Однако важнейшим моментом в диалоге египтян с природой стал вопрос смерти. Все живое обречено умереть — осознание этого факта заложено в основе египетской мысли. В древнеегипетском языке за «смертью» закрепилось значение переходного состояния на пути к следующей фазе вечного существования. В современном египетском диалекте арабского языка смерть (al mawt) также означает «мать», в чем угадывается параллель между смертью, рождением и перерождением. Радикальное неприятие конечности жизни отразилось и в строгом понимании души, состоящей из множества частей: жизненной сущности Ка, отделяющей живое от мертвого; индивидуальности существа Ба, обеспечивающей переход души между мирами; Ах — объединения Ка и Ба, высшей формы души; ее частиц Сах и Сехем, вместе с Ах предстающими перед судом душ Осириса; секретного имени Рен, известного только божествам; прорастающего из физического сердца духовного сердца Иб; тени души Шуит, своеобразного щита и гарантии комфорта (недаром священные места Амарны называли тенью Ра); Хат или Ха — бренного тела, после смерти связывающего душу с загробным царством. Каждая из частей сопряжена с церемониальными обрядами: для комфортного пребывания души в загробном царстве в гробницах оставляли подношения, амулеты Ба, статуэтки ушебти, глиняные дома душ; очень важно сохранить в целостности останки. Повредить тело — значит убить душу человека, поэтому тела бальзамировали и мумифицировали, предварительно достав все органы, кроме сердца, важного для развития Иб. Через возведение монументальных пирамид, гробниц правителей, египтяне увековечивали себя.

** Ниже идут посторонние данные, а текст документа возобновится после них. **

def _table(result, fm: FigureMatrix, rows: np.ndarray, ranks: np.ndarray) -> dict:
    dem, job, n = result.dem, result.job, result.n
    ids = fm.ids[rows]
    cols = _figure_columns(fm, rows, n, ranks)
    labels = job.regions.labels
    best = _best_cells(result, labels, ids)
    bx, by = _xy(dem, best)
    dcell, delev, dshare = _most_credited_deaths(result.log, ids, dem.shape[0] * dem.shape[1])
    dx, dy = _xy(dem, dcell)
    d = _DEATH[job.kind]
    data = {"feature_id": ids, **cols, "x": bx, "y": by,
            "elevation": dem.values_at(best),
            f"{d}_x": dx, f"{d}_y": dy, f"{d}_elevation": delev + (job.reference or 0.0),
            f"{d}_share": dshare,
            **_unperturbed(dem, job, ids), "region_area_m2": _areas(dem, labels, ids)}
    if job.kind == "depressions":
        data.update(_pond_columns(result, ids))
    return data


def _groups(result, ids: np.ndarray, given: np.ndarray, split: np.ndarray,
            p: np.ndarray) -> np.ndarray:
    """Each row's group (:func:`terrain.summary.ranks.group_ids`): rows that trade a
    rank, or share a top or floor within the error (one's key col or spill
    point on the DEM as given touches the other's region, and each takes the
    other's role in some realisations: :func:`terrain.summary.ranks.shared_tops`)."""
    dem, reg = result.dem, result.job.regions
    pairs = shared_tops(reg.labels, reg.death[ids - 1], dem.shape, ids, given, split,
                        grid_values_at)
    return group_ids(ids, p, pairs)


def _clusters(fm: FigureMatrix, rows: np.ndarray, bimodal: np.ndarray,
              split: np.ndarray) -> pd.DataFrame:
    """For each row whose figure is bimodal: the share of realisations in its
    lower and upper cluster and each cluster's 5-95% range (index ``feature_id``)."""
    f = fm.figure[:, rows]
    out = {c: [] for c in ("split", "low_share", "low_p05", "low_p95", "high_share",
                           "high_p05", "high_p95")}
    for j in np.flatnonzero(bimodal):
        out["split"].append(split[j])
        for side, values in (("low", f[f[:, j] < split[j], j]), ("high", f[f[:, j] > split[j], j])):
            out[f"{side}_share"].append(values.size / f.shape[0])
            lo, hi = np.percentile(values, [5, 95])
            out[f"{side}_p05"].append(lo)
            out[f"{side}_p95"].append(hi)
    return pd.DataFrame(out, index=pd.Index(fm.ids[rows][bimodal], name="feature_id"))


def summarise_features(result) -> FeatureSummary:
    """The features of a peaks or depressions run (see the module docstring)."""
    *_, whole = summary_steps(result)
    return whole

Быт загробной жизни, изображенный на стенах места упокоения художника Сеннеджема. Существует расхожее мнение об одержимости египтян смертью и последующими за ней дарами, однако многие фрески, наоборот, иллюстрируют чрезмерную любовь к жизни и повседневным активностям, продолжающимся после кончины.


Ключевым событием в мире Death Stranding стал «выход смерти», уничтоживший большую часть человечества и границы между мирами живых и мертвых. Загробная жизнь встала в один ряд с другими феноменами, в чьем существовании люди не сомневаются, подобно гравитации или законов механики, что повлияло на понимание людьми смерти как промежуточного состояния. Люди узнали о существовании личного чистилища — «берега», уникального для каждого человека пространства, откуда в мир живых просачивается хиральная материя, кристаллизующаяся в форме рук золотого цвета. Хиралий возвращает в технологичный быт утраченное измерение мистического: спящих мучают кошмары, бодрствующих одолевают мании; в области высокой плотности вещества часто выпадают ускоряющие время осадки, проясняющие силуэты душ усопших, «береговых тварей», обычно привлекаемых гниением покойников.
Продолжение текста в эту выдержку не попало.